Младший Ангел наблюдал, как его кофейный вор, в безукоризненно выглаженной рабочей рубахе, нависает над Джимбо, вопрошая:
– А ты, типа, фашист?
Смотрел, как отплясывает все семейство, и жалел, что приехал.
* * *
Тяжело дыша, рядом уселась Мэри Лу. Подальше от Пазузу, по другую сторону от Младшего Ангела. Лицо ее блестело от пота.
– Тут свободно? – С трудом переводя дыхание, она старательно игнорировала Паз.
– Que мило, – снисходительно уронила Паз. – Оказывается, ты физкультурой увлекаешься.
– А могла бы сделать липосакцию, как ты, – огрызнулась Мэри Лу. – Тебе, смотрю, нравится ботокс?
– Уж лучше, чем обвисшая морда, cabrona[229].
Обе уставились на танцующих, как будто зрелище завораживало.
– А ты колешь ботокс? – поинтересовался Младший Ангел.
– Не будь идиотом.
– В Тихуане это стоит пятьдесят долларов, – сообщила Мэри Лу.
– Тебе стоит попробовать, – ядовито порекомендовала Паз. – На это уж сумеешь наскрести деньжат.
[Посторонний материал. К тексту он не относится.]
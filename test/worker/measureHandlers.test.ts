import { describe, expect, it } from 'vitest';
import { parseWaveformConfig } from '../../src/config/configParse';
import { createAmplifierFromConfig } from '../../src/dsp/amplifier/createAmplifier';
import { analyzeBackoff } from '../../src/dsp/backoff/backoffAnalysis';
import { measureSpectrum } from '../../src/dsp/metrics/spectrumMeasurement';
import { createEngineClient } from '../../src/worker/client';
import { InProcessWorker } from './inProcessWorker';

// The spectrum and EVM requests must pass the engine's results through unchanged (no DSP in the worker), and the
// transmitter chain must show the physics it models: a compressing amplifier spreads the spectrum and adds EVM.

/** LTE 5 MHz uplink, 25 RB (TS 36.101 Table 5.6-1), QPSK: small enough for a quick test. */
const base = { standard: 'lte', bandwidthMHz: 5, symbols: 14, modulation: 'qpsk' };
/** Rapp PA (p = 2) at 2 dB OBO: well into compression for an OFDM-like envelope (common practice). */
const hardPa = { model: 'rapp', smoothness: 2, backoffDb: 2 };

function client() {
  return createEngineClient({ createWorker: () => new InProcessWorker(), poolSize: 1 });
}

describe('spectrum request', () => {
  it('returns measureSpectrum’s PSD, ACLR and OBW for a waveform without a transmitter chain', async () => {
    const c = client();
    const result = await c.spectrum(base);
    const expected = measureSpectrum(parseWaveformConfig(base), { oversampling: 1, symbols: 14 });
    expect(result.waveform.psdPerHz).toEqual(expected.psd.psdPerHz);
    expect(result.waveform.frequenciesHz).toEqual(expected.psd.frequenciesHz);
    expect(result.waveform.aclr).toEqual(expected.aclr);
    expect(result.waveform.occupiedBandwidth).toEqual(expected.occupiedBandwidth);
    expect(result.waveform.oversampling).toBe(expected.oversampling);
    expect(result.transmitted).toBeNull();
    expect(result.amplifier).toBeNull();
    c.dispose();
  });

  it('adds the transmitted spectrum and the amplifier curves when an amplifier is configured', async () => {
    const c = client();
    const result = await c.spectrum({ ...base, amplifier: hardPa });
    expect(result.transmitted).not.toBeNull();
    const before = result.waveform.aclr.values.find((v) => v.key === 'eutraUpper')!.aclrDb;
    const after = result.transmitted!.aclr.values.find((v) => v.key === 'eutraUpper')!.aclrDb;
    // Spectral regrowth: compression raises the adjacent-channel power (common practice).
    expect(after).toBeLessThan(before - 3);
    const amp = result.amplifier!;
    expect(amp.inputDbRelSat.length).toBe(amp.outputDbRelSat.length);
    expect(amp.drive?.oboDb).toBeCloseTo(2, 3); // the drive solved on the waveform meets the configured OBO
    // Rapp: output never exceeds saturation (0 dB re A_sat), and the small-signal gain is 0 dB (Rapp 1991 form).
    expect(Math.max(...amp.outputDbRelSat)).toBeLessThanOrEqual(1e-9);
    expect(amp.gainCompressionDb[0]).toBeCloseTo(0, 2);
    c.dispose();
  });
});

describe('EVM request', () => {
  it('measures essentially no EVM on the ideal waveform and more after a compressing amplifier', async () => {
    const c = client();
    const clean = await c.evm(base);
    expect(clean.evm.evmRmsPercent).toBeLessThan(0.01);
    expect(clean.evm.transmitterSteps).toEqual([]);
    expect(clean.evm.constellationIq!.length).toBe(2 * 14 * 300); // 25 RB × 12 data symbols × 14 symbols
    expect(clean.evm.perSymbolPercent).toHaveLength(14);
    const compressed = await c.evm({ ...base, amplifier: hardPa });
    expect(compressed.evm.evmRmsPercent).toBeGreaterThan(1);
    expect(compressed.evm.evmLimitPercent).toBe(17.5); // QPSK UE EVM limit 17.5 %, TS 36.101 Table 6.5.2.1.1-1
    expect(compressed.evm.transmitterSteps[0]).toMatch(/^amplifier/);
    c.dispose();
  });
});

describe('back-off request', () => {
  it('answers with analyzeBackoff for the configuration’s amplifier and the CLI’s sweep defaults', async () => {
    const c = client();
    const config = { ...base, amplifier: { model: 'rapp', smoothness: 2 } };
    const result = await c.backoff(config);
    const parsed = parseWaveformConfig(config);
    const expected = analyzeBackoff(parsed, { model: createAmplifierFromConfig(parsed.amplifier!), axis: 'obo', fromDb: 1, toDb: 15, stepDb: 1, toleranceDb: 0.05 });
    expect(result.analysis).toEqual(expected);
    expect(result.analysis.requiredOboDb).not.toBeNull();
    c.dispose();
  });

  it('says which field is missing when there is no amplifier', async () => {
    const c = client();
    const error = await c.backoff(base).catch((e: unknown) => e);
    expect(error).toMatchObject({ code: 'INVALID_CONFIG', message: expect.stringContaining('needs an amplifier'), details: { field: 'amplifier' } });
    c.dispose();
  });
});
Может, Лео немножко подкинет. Он ведь до сих пор тебя содержит, да?
Обе гневно запыхтели. Младший Ангел сидел между ними, как бычок, запертый в загоне, дожидающийся, когда его уже наконец заклеймят.
Паз после паузы выдавила:
– Все вы, бедные мексиканские крестьяне, вечно ноете и себя жалеете.
– У нас все в порядке, спасибо, – парировала Мэри Лу.
– Едите, что выдают по талонам.
Младший Ангел отвлекся, ища взглядом поддержки у дядюшки, но Джимбо увлеченно показывал средний палец Англо-Кофейному Империалисту.
– Вот стыд-то! – И Паз отхлебнула чаю.
– Да ладно тебе, – выдавил Ангел. – Расслабься.
Паз изумленно уставилась на него:
– Что, ты серьезно?
Ее голова уже начала угрожающе поворачиваться, у него оставалось несколько мгновений, чтобы пояснить свою точку зрения.
– Живешь ты где? – напирала Паз. – На Аляске?
– В Сиэтле.
– Ой-ей! Ну ты совсем белый парень. Получил, что хотел. (Че хотер.) Когда ты в последний раз был в Тихуане? – Поскольку он молчал, она ответила сама: – Вот я так и думала. – Допила чай. – Нечего и надеяться, что ты бывал в Мехико-Сити.